Quand une homme politique vous approche, il n’y a qu’une attitude: lui tourner le dos.
Atteinte
Critiques adressées à Fordetroit par les libraires qui font état de leur lecture pour les auditeurs de la radio. Les dialogues dit ainsi J. sont ineptes, absurdes (elle a raison). En soirée, autour de la table de restaurant, on me demande comment je reçois ces critiques.
- Je suis inatteignable.
Un peu surpris de ce que je viens de dire, je cherche à m’expliquer avant de m’apercevoir que le mot traduit bien mon sentiment. J’écris ce que je veux écrire; aucun autre motif que l’envie ou le besoin. Dès lors, toutes les critiques sont fondées. N’ayant pas de visée, je ne connais pas d’emblée mes directions. Or, une critique étant d’abord un jugement de réussite ou d’échec quant à une direction, elle est dans mon cas à la fois vraie et fausse, donc sans atteinte.
Amusement
M’inquiète parfois dans le monde adulte, le renoncement à s’amuser. L’effort devrait être une garantie suffisante du sérieux. A quoi bon lui donner d’autres gages? Ou alors s’agit-il d’un oubli de l’amusement? Une dimension serait perdue, peut-être irrécupérable. Je ne parle pas de faire la fête. Cela n’est pas de l’amusement mais une destruction nécessaire. Je parle de la pyramide que l’on tourne sur le nez.
Mails
Perturbations liées aux courriers mails que j’écris, jusqu’à trente et quarante par jour, retrouvant mes interlocuteurs autour d’un verre, et cela encore plus s’ils habitent dans un autre pays et que je ne les rencontre que de temps à autre, car alors notre relation est d’abord épistolaire ensuite réelle; ainsi, j’entame un sujet et ce faisant, je me demande si je ne m’en suis pas déjà ouvert à eux.

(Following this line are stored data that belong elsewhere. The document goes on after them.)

#[cfg(test)]
mod tests {
    use super::*;
    use crate::convention::ShearMeasure;

    /// Isotropic elasticity in a convention's order: C = λ 1⊗1 + 2μ I_sym (engineering shear:
    /// the shear diagonal is μ).
    fn isotropic(conv: &Convention, lambda: f64, mu: f64) -> Vec<f64> {
        let n = conv.ncomp();
        let mut t = vec![0.0; n * n];
        for (i, ci) in conv.order().iter().enumerate() {
            for (j, cj) in conv.order().iter().enumerate() {
                t[i + j * n] = match (ci.is_shear(), cj.is_shear()) {
                    (false, false) => lambda + if i == j { 2.0 * mu } else { 0.0 },
                    (true, true) if i == j => match conv.shear() {
                        ShearMeasure::Engineering => mu,
                        ShearMeasure::Tensor => 2.0 * mu,
                    },
                    _ => 0.0,
                };
            }
        }
        t
    }

    // For isotropic elasticity Q(n) = μ 1 + (λ + μ) n⊗n for every unit n (the classical
    // acoustic tensor of isotropic elasticity), so det Q = μ²(λ + 2μ) in 3D and μ(λ + 2μ)
    // in the plane, whatever the order or shear measure of the routine.
    #[test]
    fn isotropic_elasticity_has_the_classical_acoustic_determinant() {
        let (lambda, mu) = (115384.6, 76923.1);
        for shear in [ShearMeasure::Engineering, ShearMeasure::Tensor] {
            let conv =
                Convention::from_labels(PointKind::Solid3d, &["12", "11", "23", "33", "13", "22"], shear)
                    .unwrap();
            let (d, n) = min_det_acoustic(&conv, &isotropic(&conv, lambda, mu));
            let want = mu * mu * (lambda + 2.0 * mu);
            assert!((d / want - 1.0).abs() < 1e-12, "{d} vs {want}");
            assert!((n[0] * n[0] + n[1] * n[1] + n[2] * n[2] - 1.0).abs() < 1e-12);
            let conv = Convention::new(PointKind::PlaneStrain, shear);
            let (d, _) = min_det_acoustic(&conv, &isotropic(&conv, lambda, mu));
            assert!((d / (mu * (lambda + 2.0 * mu)) - 1.0).abs() < 1e-12);
        }
        let a = assess(&Convention::new(PointKind::Solid3d, ShearMeasure::Engineering), &{
            let conv = Convention::new(PointKind::Solid3d, ShearMeasure::Engineering);
            isotropic(&conv, lambda, mu)
        });
        // Eigenvalues of isotropic elasticity in Mandel form: 3λ + 2μ once, 2μ five times.
        assert!((a.scale - (3.0 * lambda + 2.0 * mu)).abs() < 1e-6);
        assert!((a.min_eigenvalue - 2.0 * mu).abs() < 1e-6);
        let conv = Convention::new(PointKind::Cohesive3d, ShearMeasure::Engineering);
        assert!(min_det_acoustic(&conv, &[1.0, 0.0, 0.0, 0.0, 1.0, 0.0, 0.0, 0.0, 1.0]).0.is_nan());
    }

    // The refined minimum is a true minimum: never above a brute-force scan on a 0.25° grid of
    // the hemisphere, and close to it (the grid's error is second order in its spacing), for a
    // tangent with a weak 12 shear mode (C1212 < 0: det Q(e₁) = −(λ + 2μ)μ|C1212|) plus an
    // unsymmetric, anisotropic perturbation.
    #[test]
    fn the_refined_minimum_beats_a_fine_scan() {
        let (lambda, mu) = (100.0, 80.0);
        let conv = Convention::new(PointKind::Solid3d, ShearMeasure::Engineering);
        let mut t = isotropic(&conv, lambda, mu);
        t[5 + 5 * 6] = -1.0;
        for (k, x) in t.iter_mut().enumerate() {
            *x += 3.0 * ((k * 37 % 11) as f64 / 11.0 - 0.5);
        }
        let (d, n) = min_det_acoustic(&conv, &t);
        let c = fourth_order(&conv, &t);
        assert!((det_q(&c, &n, 3) - d).abs() <= 1e-12 * d.abs());
        let step = 0.25f64.to_radians();
        let mut brute = f64::INFINITY;
        for i in 0..=360 {
            for j in 0..1440 {
                brute = brute.min(det_q(&c, &sphere(i as f64 * step, j as f64 * step), 3));
            }
        }
        // The grid's error: (half a step)² times the curvature, of order the det scale.
        let det_scale = mu * mu * (lambda + 2.0 * mu);
        assert!(d <= brute + 1e-12 * det_scale, "refined {d}, scan {brute}");
        assert!(brute - d <= 1e-4 * det_scale, "refined {d}, scan {brute}");
        // And a local minimum: no smaller value 1e-4 rad away in any direction.
        let t0 = n[2].clamp(-1.0, 1.0).acos();
        let p0 = n[1].atan2(n[0]);
        for k in 0..16 {
            let a = k as f64 * std::f64::consts::PI / 8.0;
            let v = det_q(&c, &sphere(t0 + 1e-4 * a.cos(), p0 + 1e-4 * a.sin() / t0.sin().max(1e-3)), 3);
            assert!(v >= d - 1e-12 * det_scale, "{v} < {d}");
        }
        assert!(d < 0.0, "{d}");
    }
}
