//! The hidden-state probe: calls A, B, A — A the increment, B a different one (the reversed
//! increment, doubled) from the same start — must give the same answers for A. A routine that
//! keeps saved (static) variables between calls fails.
//!
//! Then, from the second increment on, a call C — the increment from the start of the one
//! before (another point's start state, as the points of an element give) — is made twice:
//! once under the increment's own number, after A, and once under a number the path never
//! reaches, first there. The two must agree bit for bit: a routine that keeps results per
//! increment number (a tangent computed at the first call of an increment and returned to the
//! later ones; a start state read at the first call and used for every point of the increment,
//! the one static all points share) gives C the first call's (both passed every probe; a
//! user-style sweep).
//!
//! B is the probe's own call, off the path: a routine may refuse it with a status (a return
//! past a cone's apex, a strain its law does not take). That is no fault of the routine; B is
//! then tried smaller (the reversed increment, then half the increment), and an increment none
//! of whose B calls the routine takes is not probed (said in the details; skipped when no
//! increment was). A crash or a memory guard's finding in B stays a fault.

use super::Needs;
use super::{faulted, walk, Probe, ProbeEnv, ProbeResult, ProbeStatus};
use crate::error::CoreError;
use crate::routine::Caller;

pub struct HiddenState;

/// The increments B tried, as multiples of the increment A, in order.
const B_FACTORS: [f64; 3] = [-2.0, -1.0, 0.5];

impl Probe for HiddenState {
    fn name(&self) -> &'static str {
        "hidden-state"
    }
    fn needs(&self) -> Needs {
        Needs::empty()
    }
    fn run(&self, caller: &mut Caller<'_>, env: &ProbeEnv<'_>) -> Result<ProbeResult, CoreError> {
        let mut first = None;
        let mut keyed: Option<(usize, (Kept, Difference))> = None;
        let (mut probed, mut refused) = (0usize, Vec::new());
        // The start state of the increment before (C's start).
        let mut before: Option<crate::driver::PointState> = None;
        let far_from = env.path.increments.len() + 1;
        let walked = walk(caller, env, |k, d, c| {
            let previous = before.replace(d.start().clone());
            if !env.spec.runs_at(k) || first.is_some() || keyed.is_some() {
                return Ok(());
            }
            // C runs on a driver of its own: `d.base` still holds the walk's call A.
            if let (Some(prev), true) = (previous, k >= 2) {
                keyed = per_increment_number(c, env, d, prev, k, far_from + k)?.map(|diff| (k, diff));
                if keyed.is_some() {
                    return Ok(());
                }
            }
            let a = (d.base.stress.clone(), d.base.state.clone(), d.base.tangent.clone());
            let full = d.dstrain().to_vec();
            let dtemp = d.dtemp();
            // B: the reversed increment doubled, else smaller ones the routine may take.
            let mut took = false;
            for f in B_FACTORS {
                let b: Vec<f64> = full.iter().map(|x| f * x).collect();
                d.set_increment_keep_count(&b, f * dtemp);
                match d.base_call(c) {
                    Ok(()) => {
                        took = true;
                        break;
                    }
                    Err(crate::routine::Fault::Status { .. }) => continue,
                    Err(other) => return Err(other),
                }
            }
            d.set_increment_keep_count(&full, dtemp);
            d.base_call(c)?;
            if !took {
                refused.push(k);
                return Ok(());
            }
            probed += 1;
            if !(same_bits(&a.0, &d.base.stress)
                && same_bits(&a.1, &d.base.state)
                && same_bits(&a.2, &d.base.tangent))
            {
                let outputs = [
                    ("stress", &a.0, &d.base.stress),
                    ("state", &a.1, &d.base.state),
                    ("tangent", &a.2, &d.base.tangent),
                ];
                first = Some((k, largest_difference(&outputs)));
            }
            Ok(())
        });
        if let Err((k, f)) = walked {
            return Ok(faulted("hidden-state", k, &f));
        }
        let refused_note = (!refused.is_empty()).then(|| {
            format!(
                "not probed at increment{} {:?}: the routine refused every other increment B from its start with a status (the reversed increment doubled, the reversed increment, half the increment)",
                if refused.len() == 1 { "" } else { "s" },
                refused
            )
        });
        if let (None, Some((k, (kept, (what, i, x, y, rel))))) = (&first, keyed) {
            let why = match kept {
                Kept::PerNumber => format!(
                    "at increment {k}, a call from another start state (the start of the increment before, as \
                     another point of the element has) gave other results under the increment's own number, \
                     after the increment's call, than under a number no other call had ({what}[{i}]: {x:e} \
                     against {y:e}, relative {rel:.1e}): the routine keeps results per increment number (a \
                     tangent or start state saved at the first call of an increment and used for the later \
                     ones, a static variable every point shares, or a result that reads the increment number \
                     itself?)"
                ),
                Kept::FromTheCallBefore => format!(
                    "at increment {k}, a call from another start state (the start of the increment before, as \
                     another point of the element has), made twice in a row under one increment number no \
                     other call had, gave other results the second time ({what}[{i}]: {x:e} then {y:e}, \
                     relative {rel:.1e}): the routine's results depend on the call made before (a saved or \
                     static variable read in place of the start state it is given?)"
                ),
            };
            let mut r = ProbeResult::new("hidden-state", ProbeStatus::Fail, why);
            r.increment = Some(k);
            r.value = Some(rel);
            return Ok(r);
        }
        Ok(match first {
            None if probed == 0 && refused_note.is_some() => {
                let mut r = ProbeResult::new(
                    "hidden-state",
                    ProbeStatus::Skipped,
                    "no increment could be probed: the routine refused every other increment B with a status",
                );
                r.details.extend(refused_note);
                r
            }
            None => {
                let mut r = ProbeResult::new(
                    "hidden-state",
                    ProbeStatus::Pass,
                    "calls A, B, A give the same answers for A, and a call from another start the same under \
                     any increment number",
                );
                r.details.extend(refused_note);
                r
            }
            Some((k, (what, i, x, y, rel))) => {
                // The size says which kind of keeping it is: a warm start or a cache changes only
                // the last bits, a kept result the value (a user's warm-started local solve
                // read like a saved plastic strain; a user-style sweep).
                let size = if rel <= ROUNDING {
                    format!(
                        "only in the last bits ({what}[{i}]: {x:e} then {y:e}, relative {rel:.1e}): a warm start or a \
                         cache kept between calls, harmless to the values but not repeatable bit for bit"
                    )
                } else {
                    format!("{what}[{i}]: {x:e} then {y:e}, relative {rel:.1e}")
                };
                let mut r = ProbeResult::new(
                    "hidden-state",
                    ProbeStatus::Fail,
                    format!("A, B, A gave a different second A at increment {k}, {size}: the routine keeps state between calls (a saved or static variable?)"),
                );
                r.increment = Some(k);
                r.value = Some(rel);
                r
            }
        })
    }
}

/// What call C found: results kept per increment number, or results that depend on the
/// call made before (C made twice in a row under one new number gave two answers).
#[derive(Clone, Copy, Debug, PartialEq)]
enum Kept {
    PerNumber,
    FromTheCallBefore,
}

/// Call C (increment `k`'s strain and temperature increments from `prev`, the start of the
/// increment before) under the number `k`, after the increment's own calls, then twice under
/// `far`, a number no call had: the outputs' largest difference when they differ, and which
/// kind of keeping it shows (the two calls under `far` differing: the call before, not the
/// number, made the difference; a routine reading its previous call's result was said to keep
/// results per increment number; a user-style sweep). A call C the routine refuses with a
/// status is no finding (another start may not take this increment).
fn per_increment_number(
    c: &mut Caller<'_>,
    env: &ProbeEnv<'_>,
    d: &crate::driver::Driver,
    prev: crate::driver::PointState,
    k: usize,
    far: usize,
) -> Result<Option<(Kept, Difference)>, crate::routine::Fault> {
    let info = c.info().clone();
    let Ok(mut other) = crate::driver::Driver::new(&info, env.props, prev) else { return Ok(None) };
    other.set_increment(d.dstrain(), d.dtemp(), d.dtime());
    let mut outputs = Vec::with_capacity(3);
    for number in [k, far, far] {
        other.set_count(i32::try_from(number).unwrap_or(i32::MAX));
        match other.base_call(c) {
            Ok(()) => outputs.push((
                other.base.stress.clone(),
                other.base.state.clone(),
                other.base.tangent.clone(),
            )),
            Err(crate::routine::Fault::Status { .. }) => return Ok(None),
            Err(f) => return Err(f),
        }
    }
    let differ = |a: &(Vec<f64>, Vec<f64>, Vec<f64>), b: &(Vec<f64>, Vec<f64>, Vec<f64>)| {
        (!(same_bits(&a.0, &b.0) && same_bits(&a.1, &b.1) && same_bits(&a.2, &b.2))).then(|| {
            largest_difference(&[("stress", &a.0, &b.0), ("state", &a.1, &b.1), ("tangent", &a.2, &b.2)])
        })
    };
    if let Some(diff) = differ(&outputs[1], &outputs[2]) {
        return Ok(Some((Kept::FromTheCallBefore, diff)));
    }
    Ok(differ(&outputs[0], &outputs[1]).map(|diff| (Kept::PerNumber, diff)))
}

/// Whether two outputs hold the same values bit for bit.
fn same_bits(x: &[f64], y: &[f64]) -> bool {
    x.iter().zip(y).all(|(p, q)| p.to_bits() == q.to_bits())
}

/// The entry of the outputs that differs most: output, index, the two values, relative
/// difference (see [`largest_difference`]).
type Difference = (&'static str, usize, f64, f64, f64);

/// A relative difference at most this is in the last bits of a value.
const ROUNDING: f64 = 1e-12;

/// The entry whose two values differ most, relative to the larger of them: (output, index,
/// first value, second value, relative difference; 1 where one is not a number).
fn largest_difference(
    outputs: &[(&'static str, &Vec<f64>, &Vec<f64>)],
) -> (&'static str, usize, f64, f64, f64) {
    let mut worst: Option<(&'static str, usize, f64, f64, f64)> = None;
    for (what, a, b) in outputs {
        for (i, (x, y)) in a.iter().zip(b.iter()).enumerate() {
            if x.to_bits() == y.to_bits() {
                continue;
            }
            let scale = x.abs().max(y.abs());
            let rel = if !(x.is_finite() && y.is_finite()) {
                1.0
            } else if scale > 0.0 {
                (x - y).abs() / scale
            } else {
                0.0
            };
            // The first entry that differs, then any that differs more.
            if worst.is_none_or(|w| rel > w.4) {
                worst = Some((what, i, *x, *y, rel));
            }
        }
    }
    worst.unwrap_or(("stress", 0, 0.0, 0.0, 0.0))
}

#[cfg(test)]
mod tests {
    // The largest relative difference is named, with its output and entry.
    #[test]
    fn the_largest_difference_is_named() {
        let (a, b) = (vec![1.0, 2.0], vec![1.0, 2.0 * (1.0 + 4e-16)]);
        let (c, e) = (vec![5.0], vec![5.5]);
        let w = super::largest_difference(&[("stress", &a, &b), ("state", &c, &e)]);
        assert_eq!((w.0, w.1), ("state", 0));
        assert!((w.4 - 0.5 / 5.5).abs() < 1e-15);
        let w = super::largest_difference(&[("stress", &a, &b)]);
        assert_eq!((w.0, w.1), ("stress", 1));
        assert!(w.4 > 0.0 && w.4 <= super::ROUNDING);
    }
}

Bientôt pris de doute, je demande:
- … vous en ai-je déjà parlé?
Rassuré quand l’autre dit “non”, mais inquiet d’être incapable de trancher seul.
Poutine
Dix-neuvième minutes du discours du président Poutine devant l’Assemblée générale de l’O.N.U. ce 28 septembre 2015: “Il y a certains États qui optent pour la création d’associations économiques prioritaires à caractère restreint et même les négociations concernant les blocs économiques sont menées en cachette, à l’insu des citoyens, des milieux d’affaire, de la société civile et d’autres États dont les intérêts peuvent par conséquent être touchés sans qu’ils ne soient informés. Il se peut qu’on veuille nous mettre tous devant le fait accompli et devant une réécriture des règles du jeu au profit d’un cercle restreint de privilégiés même sans la participation de l’O.M.C.”
Paris
Traversant ce matin le pont d’Arcole, je me disais, je suis content, je suis heureux, tout est bien: je suis amoureux de ma femme, mes livres ont des lecteurs, j’arrête de travailler, les enfants sont solides, je vais partir en Asie, et la rue devenait lumineuse, la foule autour de Notre-dame s’éclaircissait.
Durer
Qui croit que cela peut durer? Je fréquente des intellectuels, des policiers, des étudiantes, un manutentionnaire, des paysans, un marionnettiste, des résistants, je discute avec un bègue, un agent immobilier, un tireur d’élite, de riches Mexicains, l’inquiétude est générale. Et monte. Ce qui monte à à la fin déborde.
Wok
Il y vingt-cinq ans, une amie d’Olofso en visite au squat nous fait cadeau d’un wok. Nous n’utilisions pas de casserole, alors un wok. Je la remercie.
- Mais nous n’utilisons pas de wok.
Lorsqu’elle nous quitte, je dis à Olofso: cette femme est un caporal.
Hier, Olofso de retour de chez elle, me dit: elle a des lapins, des moutons, un cheval, des poules, elle fait des confitures, met en boîte des tomates, presse son huile, elle a rénové toute la maison… Ses enfant l’appellent la Général.